CARISMA, Cardiac Arrhythmias and RIsk Stratification after acute MyocArdial infarction,ASSERT, ASymptomatic atrial fibrillation and Stroke Evaluation in pacemaker patients and the atrial fibrillation Reduction atrial pacing Trial

CONCLUSIONS

Conclusions

• Both primary disease and AF-induced structural, electrical, and autonomic remodelling contribute to AF progression.

• Earlier intervention may interrupt this progression, improving outcomes and reducing morbidity and mortality.

• Available drug therapies have not yet been shown to prevent progression, either because they are ineffective or because we are giving them too late or to the wrong patients.

• Ongoing basic research has identified some potentially interesting novel drug-development targets.

• The failure of rhythm-control therapy to improve outcomes in most previous large clinical trials may have been due to testing too late in the natural history of the disease, and the results of ongoing studies involving earlier and more active intervention are anticipated with interest.

Conclusions (cont…)

• Despite abundant evidence regarding both the increasing prevalence of AF and the associated risk of thromboembolism, many individuals with AF worldwide remain undiagnosed or undertreated, including many at high risk for stroke.

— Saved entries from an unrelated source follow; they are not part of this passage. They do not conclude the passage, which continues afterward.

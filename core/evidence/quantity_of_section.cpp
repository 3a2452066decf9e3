// SPDX-License-Identifier: GPL-3.0-or-later
#include "core/evidence/quantity.h"
#include "core/source/section_forces.h"
#include "core/stress/circle.h"

#include <algorithm>
#include <array>
#include <cmath>

namespace planewright {

namespace {

Problem fault(std::string_view quoted, Text what) {
  return {{}, 0, 0, std::string(quoted), std::move(what), {}};
}

Problem doesNotFollow(std::string_view word) {
  return fault(word, PW_TEXT("Check", "This quantity does not follow from these inputs."));
}

/// A section with its forces and the fibre that is looked at.
struct Given {
  SectionModel model;
  SectionForces forces;
  Fibre fibre;
  ShearRule rule = ShearRule::upward;
};

using Value = Result<double>;

Value fibreStress(const Given& given, double (*value)(const PlaneStress&)) {
  return stressAt(given.model, given.forces, given.fibre, given.rule).map([&](const FibreStress& fibre) {
    return value(fibre.stress);
  });
}

Value torsionConstant(const Given& given, double divisor) {
  return torsionConstantOf(given.model).map([&](const TorsionConstant& constant) {
    return constant.J / divisor;
  });
}

/// Of the outstand of the top flange beside the web.
Value firstMomentOfFlange(const Given& given) {
  const Section& s = given.model.section;
  if (s.shape != SectionShape::i)
    return tl::unexpected(doesNotFollow("S_flange"));
  const double y = given.model.region.yHigh - s.size("t_top") / 2;
  return wallCutAt(given.model.transposed, s.size("t_w") / 2, y).value().across;
}

struct Word {
  std::string_view word;
  Value (*value)(const Given&);
};
constexpr std::array words = {
    Word{"A", [](const Given& g) { return Value(g.model.properties.A); }},
    Word{"Iz", [](const Given& g) { return Value(g.model.properties.Iz); }},
    Word{"Iy", [](const Given& g) { return Value(g.model.properties.Iy); }},
    Word{"ys", [](const Given& g) { return Value(g.model.properties.centroidFromBottom()); }},
    Word{"Wz",
         [](const Given& g) {
           return Value(std::min(g.model.properties.WzTop(), g.model.properties.WzBottom()));
         }},
    // The plastic modulus of a section that is mirrored about z: both halves at the axis.
    Word{"Wpl",
         [](const Given& g) {
           return g.model.isMirroredAboutZ ? Value(2 * cutAt(g.model.region, 0).S)
                                           : Value(tl::unexpected(doesNotFollow("Wpl")));
         }},
    Word{"S", [](const Given& g) { return Value(cutAt(g.model.region, g.fibre.y).S); }},
    Word{"S_flange", firstMomentOfFlange}, Word{"J", [](const Given& g) { return torsionConstant(g, 1); }},
    Word{"Wt", [](const Given& g) { return torsionConstant(g, g.model.region.yHigh); }},
    Word{"sx", [](const Given& g) { return fibreStress(g, [](const PlaneStress& s) { return s.sx; }); }},
    Word{"txy", [](const Given& g) { return fibreStress(g, [](const PlaneStress& s) { return s.txy; }); }},
    Word{"s1",
         [](const Given& g) { return fibreStress(g, [](const PlaneStress& s) { return circleOf(s).s1; }); }},
    Word{"s2",
         [](const Given& g) { return fibreStress(g, [](const PlaneStress& s) { return circleOf(s).s2; }); }}};

/// Of one mm, N, MPa in units that are printed beside sizes in mm.
struct PrintedUnit {
  std::string_view name;
  double perBase;
};
constexpr std::array printedUnits = {PrintedUnit{"cm2", 1e-2}, PrintedUnit{"cm3", 1e-3},
                                     PrintedUnit{"cm4", 1e-4}, PrintedUnit{"m4", 1e-12},
                                     PrintedUnit{"kPa", 1e3}};

double perBase(std::string_view unit) {
  const auto row = std::ranges::find(printedUnits, unit, &PrintedUnit::name);
  return row == printedUnits.end() ? 1 : row->perBase;
}

/// What the inputs name besides the sizes of the section.
double* forceOrPlace(std::string_view name, SectionForces& forces, Fibre& fibre) {
  const std::array<std::pair<std::string_view, double*>, 8> rows = {{{"N", &forces.N},
                                                                     {"Vy", &forces.Vy},
                                                                     {"Vz", &forces.Vz},
                                                                     {"T", &forces.T},
                                                                     {"My", &forces.My},
                                                                     {"Mz", &forces.Mz},
                                                                     {"y", &fibre.y},
                                                                     {"z", &fibre.z}}};
  const auto row = std::ranges::find(rows, name, &std::pair<std::string_view, double*>::first);
  return row == rows.end() ? nullptr : row->second;
}

Result<void> readNumbers(const CheckInputs& inputs, Section& section, Given& given) {
  for (const std::string_view name : inputs.names()) {
    if (name == "shape" || name == "at" || name == "view" || name == "rule")
      continue;
    const std::optional<double> value = inputs.number(name);
    if (!value)
      return tl::unexpected(fault(name, PW_TEXT("Check", "This input is no number.")));
    if (double* place = forceOrPlace(name, given.forces, given.fibre))
      *place = *value;
    else
      section.sizes.emplace(name, *value);
  }
  return {};
}

Result<void> readWords(const CheckInputs& inputs, Given& given) {
  const std::string_view viewWord = inputs.word("view").value_or("side");
  const std::optional<View> view = fromWord<View>(viewWord);
  if (!view)
    return tl::unexpected(fault(viewWord, PW_TEXT("Check", "This view is not known.")));
  given.fibre.view = *view;
  const std::string_view ruleWord = inputs.word("rule").value_or("upward");
  const std::optional<ShearRule> rule = fromWord<ShearRule>(ruleWord);
  if (!rule)
    return tl::unexpected(fault(ruleWord, PW_TEXT("Check", "This rule of signs is not known.")));
  given.rule = *rule;
  const std::optional<std::string_view> at = inputs.word("at");
  if (at == "bottom")
    given.fibre.y = given.model.region.yLow;
  else if (at == "junction")
    given.fibre.y = levelsOf(given.model.region).end()[-2];
  else if (at)
    return tl::unexpected(fault(*at, PW_TEXT("Check", "This place in the section is not known.")));
  return {};
}

Result<Given> givenBy(const CheckInputs& inputs) {
  const std::string_view shapeWord = inputs.word("shape").value_or("");
  const std::optional<SectionShape> shape = fromWord<SectionShape>(shapeWord);
  if (!shape || *shape == SectionShape::tabled)
    return tl::unexpected(fault(shapeWord, PW_TEXT("Check", "Checks know no such shape.")));
  Given given;
  Section section{*shape, {}};
  if (const Result<void> read = readNumbers(inputs, section, given); !read)
    return tl::unexpected(read.error());
  Results<SectionModel> model = modelOf(section);
  if (!model)
    return tl::unexpected(fault(model.error().front().place, model.error().front().what));
  given.model = *std::move(model);
  if (const Result<void> read = readWords(inputs, given); !read)
    return tl::unexpected(read.error());
  return given;
}

} // namespace

Result<Quantity> quantityOfSection(const CheckInputs& inputs, std::string_view word, std::string_view unit) {
  const Result<Given> given = givenBy(inputs);
  if (!given)
    return tl::unexpected(given.error());
  const auto row = std::ranges::find(words, word, &Word::word);
  if (row == words.end())
    return tl::unexpected(doesNotFollow(word));
  return row->value(*given).map([&](double value) {
    return Quantity{value * perBase(unit), false, std::abs(value) * perBase(unit)};
  });
}

} // namespace planewright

• Existing practice guidelines for management of patients with AF provide valuable clinical pathways for the treatment of newly discovered AF.

• Integrated care pathways would aid medical providers in the earlier identification of patients with AF, rapid assessment of thromboembolism risk and appropriate selection of anticoagulant therapy.

• Radical improvement of AF management will result if ongoing and future research demonstrates that such approaches facilitate earlier and possibly more effective interventions to restore and/or maintain SR.